_AIM OF THE EXERCISE_
Look below for the line containing "float(math.exp(b0 + b1"; from there, print each line exactly up to and including the line containing "K gradient (1/K)·dK/da", and stop.
╭──
"""Fits of the growth law da/dN = C·ΔJ^m: log–log regression, direct fit on a(N), threshold.

Units: ΔJ [kJ/m²], da/dN [mm/cycle], C [mm/cycle per (kJ/m²)^m], a [mm], N [cycles].

References
----------
.. [1] ASTM E647, Appendix X1 and §9 (regression of log da/dN on log ΔK; operational
   threshold at 10⁻¹⁰ m/cycle from a fit of at least five points between 10⁻⁹ and 10⁻¹⁰
   m/cycle; K-decreasing gradient (1/K)·dK/da ≥ −0.08 mm⁻¹); from memory.
.. [2] Dowling & Begley, ASTM STP 590 (1976): da/dN = C·ΔJ^m.
.. [3] Draper, N. R., Smith, H., *Applied Regression Analysis*, 3rd ed. (1998): confidence and
   prediction intervals of ordinary least squares.
"""

from __future__ import annotations

import math

import numpy as np

from cycj.errors import ValidityRangeError


def power_law_fit(delta_j, dadn, confidence=0.95):
    """Least squares of ln(da/dN) on ln(ΔJ): ln C, m, their covariance and intervals.

    Parameters
    ----------
    delta_j : array [kJ/m²], > 0
    dadn : array [mm/cycle], > 0
    confidence : two-sided level of the intervals

    Returns
    -------
    dict: ``C, m, lnC, cov_lnC_m`` (2×2), ``C_interval, m_interval``, ``sigma_ln`` (residual
    standard deviation of ln da/dN), ``n``, ``pivot_dJ_kJm2`` (geometric mean ΔJ, where ln C
    and m are uncorrelated), ``rate_at_pivot`` and its interval, ``r2``, ``x_mean``, ``sxx``,
    ``t`` (Student quantile).

    References
    ----------
    .. [1] Draper & Smith (1998) ch. 1; ASTM E647 X1.
    """
    from scipy import stats

    x = np.log(np.asarray(delta_j, float))
    y = np.log(np.asarray(dadn, float))
    if x.size != y.size or x.size < 3:
        raise ValidityRangeError("need at least three (ΔJ, da/dN) points")
    if not (np.all(np.isfinite(x)) and np.all(np.isfinite(y))):
        raise ValidityRangeError("ΔJ and da/dN must be finite and > 0")
    xm = x.mean()
    sxx = float(np.sum((x - xm) ** 2))
    if sxx <= 0:
        raise ValidityRangeError("all points have the same ΔJ; m cannot be fitted")
    m = float(np.sum((x - xm) * (y - y.mean())) / sxx)
    b0 = float(y.mean() - m * xm)
    res = y - (b0 + m * x)
    dof = x.size - 2
    s2 = float(np.sum(res**2) / dof) if dof > 0 else float("nan")
    var_m = s2 / sxx
    var_b0 = s2 * (1 / x.size + xm**2 / sxx)
    cov = -xm * s2 / sxx
    t = float(stats.t.ppf(0.5 + confidence / 2, dof)) if dof > 0 else float("nan")
    se_pivot = math.sqrt(s2 / x.size)
    pivot = math.exp(xm)
    rate_pivot = math.exp(b0 + m * xm)
    ss_tot = float(np.sum((y - y.mean()) ** 2))
    return {
        "C": math.exp(b0),
        "m": m,
        "lnC": b0,
        "cov_lnC_m": [[var_b0, cov], [cov, var_m]],
        "C_interval": [math.exp(b0 - t * math.sqrt(var_b0)), math.exp(b0 + t * math.sqrt(var_b0))],
        "m_interval": [m - t * math.sqrt(var_m), m + t * math.sqrt(var_m)],
        "sigma_ln": math.sqrt(s2),
        "n": int(x.size),
        "dof": dof,
        "t": t,
        "pivot_dJ_kJm2": pivot,
        "rate_at_pivot": rate_pivot,
        "rate_at_pivot_interval": [
            rate_pivot * math.exp(-t * se_pivot),
            rate_pivot * math.exp(t * se_pivot),
        ],
        "r2": 1 - float(np.sum(res**2)) / ss_tot if ss_tot > 0 else 1.0,
        "x_mean": xm,
        "sxx": sxx,
        "confidence": confidence,
    }


def prediction_band(fit, delta_j):
    """Lower and upper prediction bounds of da/dN [mm/cycle] for new points at ``delta_j``,
    at the fit's confidence level (ordinary least squares prediction interval in ln)."""
    x = np.log(np.asarray(delta_j, float))
    mid = fit["lnC"] + fit["m"] * x
    half = (
        fit["t"]
        * fit["sigma_ln"]
        * np.sqrt(1 + 1 / fit["n"] + (x - fit["x_mean"]) ** 2 / fit["sxx"])
    )
    return np.exp(mid - half), np.exp(mid + half)


def outlier_mask(delta_j, dadn, limit=3.5):
    """Points whose ln-residual from a least-squares line exceeds ``limit`` robust standard
    deviations (1.4826·MAD, at least 0.02), removed one at a time (largest first)."""
    x = np.log(np.asarray(delta_j, float))
    y = np.log(np.asarray(dadn, float))
    out = ~(np.isfinite(x) & np.isfinite(y))
    while (~out).sum() > 5:
        m, b = np.polyfit(x[~out], y[~out], 1)
        res = np.where(out, 0.0, y - (m * x + b))
        # floor: scatter below 2 % in rate is not worth rejecting points over
        mad = max(1.4826 * np.median(np.abs(res[~out] - np.median(res[~out]))), 0.02)
        worst = int(np.argmax(np.abs(res)))
        if abs(res[worst]) <= limit * mad:
            break
        out[worst] = True
    return out


def e647_threshold(delta_j, dadn, rate=1e-7, upper=1e-6, min_points=5):
    """ASTM E647 operational threshold in ΔJ [kJ/m²]: ΔJ at ``rate`` [mm/cycle] from a line
    ln ΔJ = b0 + b1·ln(da/dN) through the points with rate ≤ da/dN ≤ 10·rate (at least
    ``min_points``).  Returns a dict (``threshold_kJm2``, ``points``, ``slope``) or None.

    References
    ----------
    .. [1] ASTM E647 §9 (10⁻¹⁰ m/cycle, five points between 10⁻⁹ and 10⁻¹⁰ m/cycle), from memory.
    """
    dj = np.asarray(delta_j, float)
    r = np.asarray(dadn, float)
    sel = (r >= rate * 0.999) & (r <= upper) & (dj > 0)
    if sel.sum() < min_points:
        return None
    b1, b0 = np.polyfit(np.log(r[sel]), np.log(dj[sel]), 1)
    return {
        "threshold_kJm2": float(math.exp(b0 + b1 * math.log(rate))),
        "rate_mm_per_cycle": rate,
        "points": int(sel.sum()),
        "slope_dlnJ_dlnrate": float(b1),
    }


def k_gradient(a, delta_j):
    """Normalised K gradient (1/K)·dK/da [1/mm] of a test, from ΔJ ∝ K²:
    ½·d(ln ΔJ)/da by a least-squares line.  ASTM E647 asks for ≥ −0.08 mm⁻¹ when K decreases."""
    a = np.asarray(a, float)
    dj = np.asarray(delta_j, float)
    ok = np.isfinite(a) & np.isfinite(dj) & (dj > 0)
    a, dj = a[ok], dj[ok]
    if a.size < 3 or np.ptp(a) <= 0:
        return float("nan")
    return float(0.5 * np.polyfit(a, np.log(dj), 1)[0])


def direct_series(rows, name):
    """Readings and a smooth ΔJ_eff(a) table for :func:`direct_fit`: a least-squares polynomial
    of ln ΔJ_eff in a (degree ≤ 5, every reading) on 200 points over the crack range.  A
    smooth fit, not means of groups of readings with straight lines between them: ΔJ is
    convex in a, so group means and chords overstate it where readings are far apart (late
    in a test logged at equal cycles), which biased m low."""
    order = np.argsort(rows["cycle"], kind="stable")
    n, a, dj = (np.asarray(rows[k], float)[order] for k in ("cycle", "a_mm", "dJ_eff_kJm2"))
    ok = np.isfinite(a) & np.isfinite(dj) & (dj > 0)
    lo, hi = float(np.min(a[ok])), float(np.max(a[ok]))
    at = np.linspace(lo, hi, 200) if hi > lo else np.array([lo])
    deg = int(min(5, max(ok.sum() // 8, 1)))
    if hi > lo and ok.sum() > deg + 1:
        u = (a[ok] - lo) / (hi - lo)
        coef = np.polynomial.polynomial.polyfit(u, np.log(dj[ok]), deg)
        jt = np.exp(np.polynomial.polynomial.polyval((at - lo) / (hi - lo), coef))
    else:
        jt = np.full(at.size, float(np.mean(dj[ok])))
    return {"log": name, "cycle": n, "a_mm": a, "a_tab": at, "dj_tab": jt}


def direct_fit(series, C0, m0, confidence=0.95, *, free_start=False):
    """Fit C and m to measured a(N) by integrating da/dN = C·ΔJ(a)^m (scipy least_squares).

    Parameters
    ----------
    series : list of dicts with ``cycle, a_mm`` (readings) and ``a_tab, dj_tab`` (ΔJ_eff as a
        function of crack length for that test, increasing in a)
    C0, m0 : starting values
    free_start : fit each test's start a_0 as a parameter (default: fixed at its first
        reading, so the fit cannot trade the start of a test against C)

    Returns
    -------
    dict: ``C, m, lnC, cov_lnC_m, C_interval, m_interval, sigma_a_mm`` (residual standard
    deviation of a), ``n``, ``a0_mm`` (fitted start of each test), ``curves`` (per test: cycles
    and fitted a for plotting), ``success``, ``message``.

    Notes
    -----
    For each test N(a) = N_0 + ∫_{a_0}^{a} da'/(C·ΔJ(a')^m) on a fine grid (trapezoidal rule),
    inverted by interpolation at the measured cycles; parameters m, one ln C_i per test (C is
    exp of their mean, each test once, as in the rate fits) and one a_0 per test when
    ``free_start`` (otherwise a_0 is the test's first reading).
    Intervals from the Jacobian at the solution, cov = s²·(JᵀJ)⁻¹.
    """
    from scipy import stats
    from scipy.optimize import least_squares

    grids = []
    for s in series:
        span = np.ptp(s["a_tab"])
        ag = np.linspace(s["a_tab"][0] - 0.05 * span, s["a_tab"][-1] + 0.5 * span + 1e-6, 600)
        dj = np.interp(ag, s["a_tab"], s["dj_tab"])
        # extend beyond the data with the last slope in ln ΔJ – a
        tail = ag > s["a_tab"][-1]
        if tail.any() and len(s["a_tab"]) > 1 and min(s["dj_tab"][-2:]) > 0:
            k = np.log(s["dj_tab"][-1] / s["dj_tab"][-2]) / max(
                s["a_tab"][-1] - s["a_tab"][-2], 1e-9
            )
            dj[tail] = s["dj_tab"][-1] * np.exp(k * (ag[tail] - s["a_tab"][-1]))
        grids.append((ag, np.maximum(dj, 1e-12)))

    g = len(series)

    def predict(p, cycles=None, shift=0.0):
        m = p[0]
        out = []
        for i, s in enumerate(series):
            cyc = s["cycle"] if cycles is None else cycles[i]
            ag, dj = grids[i]
            a0 = p[1 + g + i] if free_start else s["a_mm"][0] + shift
            inv = 1.0 / (np.exp(p[1 + i]) * dj**m)
            nn = np.concatenate([[0.0], np.cumsum(0.5 * (inv[1:] + inv[:-1]) * np.diff(ag))])
            n0 = np.interp(a0, ag, nn)
            out.append(np.interp(cyc - s["cycle"][0] + n0, nn, ag))
        return out

    def resid(p):
        return np.concatenate([pa - s["a_mm"] for pa, s in zip(predict(p), series, strict=True)])

    starts = [s["a_mm"][0] for s in series] if free_start else []
    p0 = np.concatenate([[m0], np.full(g, math.log(C0)), starts])
    lo = np.concatenate([[0.05], np.full(g, -80.0), [q[0][0] for q in grids] if free_start else []])
    hi = np.concatenate([[20.0], np.full(g, 20.0), [q[0][-1] for q in grids] if free_start else []])
    p0 = np.clip(p0, lo + 1e-9, hi - 1e-9)
    sol = least_squares(
        resid, p0, bounds=(lo, hi), x_scale="jac", jac_sparsity=_sparsity(series, free_start)
    )
    n = sol.fun.size
    dof = max(n - sol.x.size, 1)
    s2 = float(np.sum(sol.fun**2) / dof)
    jac = sol.jac.toarray() if hasattr(sol.jac, "toarray") else np.asarray(sol.jac)
    try:
        cov = np.linalg.inv(jac.T @ jac) * s2
    except np.linalg.LinAlgError:
        cov = np.full((sol.x.size, sol.x.size), np.nan)
    t = float(stats.t.ppf(0.5 + confidence / 2, dof))
    # (mean ln C_i, m) as a linear map of the parameters
    tr = np.zeros((2, sol.x.size))
    tr[0, 1 : 1 + g] = 1.0 / g
    tr[1, 0] = 1.0
    cov2 = tr @ cov @ tr.T
    lnc, m = float(np.mean(sol.x[1 : 1 + g])), float(sol.x[0])
    sd = np.sqrt(np.abs(np.diag(cov2)))
    lives = []
    for i, s in enumerate(series):
        ag, dj = grids[i]
        inv = 1.0 / (np.exp(sol.x[1 + i]) * dj ** sol.x[0])
        nn = np.concatenate([[0.0], np.cumsum(0.5 * (inv[1:] + inv[:-1]) * np.diff(ag))])
        a_first = sol.x[1 + g + i] if free_start else s["a_mm"][0]
        span = np.interp([a_first, s["a_mm"][-1]], ag, nn)
        lives.append((float(span[1] - span[0]), float(s["cycle"][-1] - s["cycle"][0])))
    cyc = [np.linspace(s["cycle"][0], s["cycle"][-1], 200) for s in series]
    curves = [{"cycle": c, "a_mm": a} for c, a in zip(cyc, predict(sol.x, cyc), strict=True)]
    return {
        "C": math.exp(lnc),
        "m": m,
        "lnC": lnc,
        "cov_lnC_m": cov2.tolist(),
        "lnC_per_test": sol.x[1 : 1 + g].tolist(),
        "C_interval": [math.exp(lnc - t * sd[0]), math.exp(lnc + t * sd[0])],
        "m_interval": [float(m - t * sd[1]), float(m + t * sd[1])],
        "sigma_a_mm": math.sqrt(s2),
        "n": int(n),
        "a0_mm": sol.x[1 + g :].tolist() if free_start else [float(s["a_mm"][0]) for s in series],
        "start": "fitted per test" if free_start else "fixed at each test's first reading",
        "curves": curves,
        "life_per_test": lives,
        # working values for the resampling intervals (kept out of fit.json)
        "_lin": {
            "jac": jac,
            "resid": sol.fun,
            "rows": [s["cycle"].size for s in series],
            "start": _start_column(series, predict, sol.x, free_start),
        },
        "success": bool(sol.success),
        "message": str(sol.message),
        "confidence": confidence,
    }


def _start_column(series, predict, p, free_start):
    """How the residuals of a fixed-start fit move per mm of error in each test's first
    reading (the prediction starts there; the first residual stays 0); zeros when the
    start is fitted."""
    if free_start:
        return np.zeros(sum(s["cycle"].size for s in series))
    h = 1e-4 * max(float(np.ptp(np.concatenate([s["a_mm"] for s in series]))), 1e-3)
    base, moved = predict(p), predict(p, shift=h)
    cols = []
    for b, mv in zip(base, moved, strict=True):
        col = (mv - b) / h
        col[0] -= 1.0
        cols.append(col)
    return np.concatenate(cols)


def _sparsity(series, free_start):
    """Which parameters each residual of :func:`direct_fit` depends on (m, its own ln C_i and
    a_0)."""
    g = len(series)
    rows = [s["cycle"].size for s in series]
    out = np.zeros((sum(rows), 1 + g * (2 if free_start else 1)), int)
    out[:, 0] = 1
    r = 0
    for i, n in enumerate(rows):
        out[r : r + n, 1 + i] = 1
        if free_start:
            out[r : r + n, 1 + g + i] = 1
        r += n
    return out


def r_ratio_collapse(residuals, r_values, step=0.05):
    """Do tests at several R ratios fall on one curve in ΔJ_eff?

    Groups the ln-residuals from the pooled fit by R (rounded to ``step``) and compares the
    group means by a one-way analysis of variance.  Returns a dict with the groups (R, n, mean
    ln residual, the factor exp(mean) on the rate), the F statistic and p value, and
    ``collapses`` (True when p > 0.01 or every group is within a factor 1.25 of the fit).
    """
    from scipy import stats

    res = np.asarray(residuals, float)
    key = np.round(np.asarray(r_values, float) / step) * step
    groups = []
    for r in np.unique(key):
        sel = key == r
        groups.append(
            {
                "R": float(r),
                "n": int(sel.sum()),
                "mean_ln_residual": float(res[sel].mean()),
                "rate_factor": float(np.exp(res[sel].mean())),
            }
        )
    if len(groups) < 2:
        return {"groups": groups, "collapses": None, "note": "one R ratio only"}
    samples = [res[key == g["R"]] for g in groups if g["n"] >= 2]
    if len(samples) < 2:
        return {"groups": groups, "collapses": None, "note": "too few points per R ratio"}
    f, p = stats.f_oneway(*samples)
    close = all(abs(g["mean_ln_residual"]) < math.log(1.25) for g in groups)
    return {
        "groups": groups,
        "F": float(f),
        "p_value": float(p),
        "collapses": bool(p > 0.01 or close),
        "note": "ANOVA of ln-residuals by R; collapse if p > 0.01 or all groups within "
        "a factor 1.25",
    }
╰──
_ANSWER SECTION_
        "threshold_kJm2": float(math.exp(b0 + b1 * math.log(rate))),
        "rate_mm_per_cycle": rate,
        "points": int(sel.sum()),
        "slope_dlnJ_dlnrate": float(b1),
    }


def k_gradient(a, delta_j):
    """Normalised K gradient (1/K)·dK/da [1/mm] of a test, from ΔJ ∝ K²:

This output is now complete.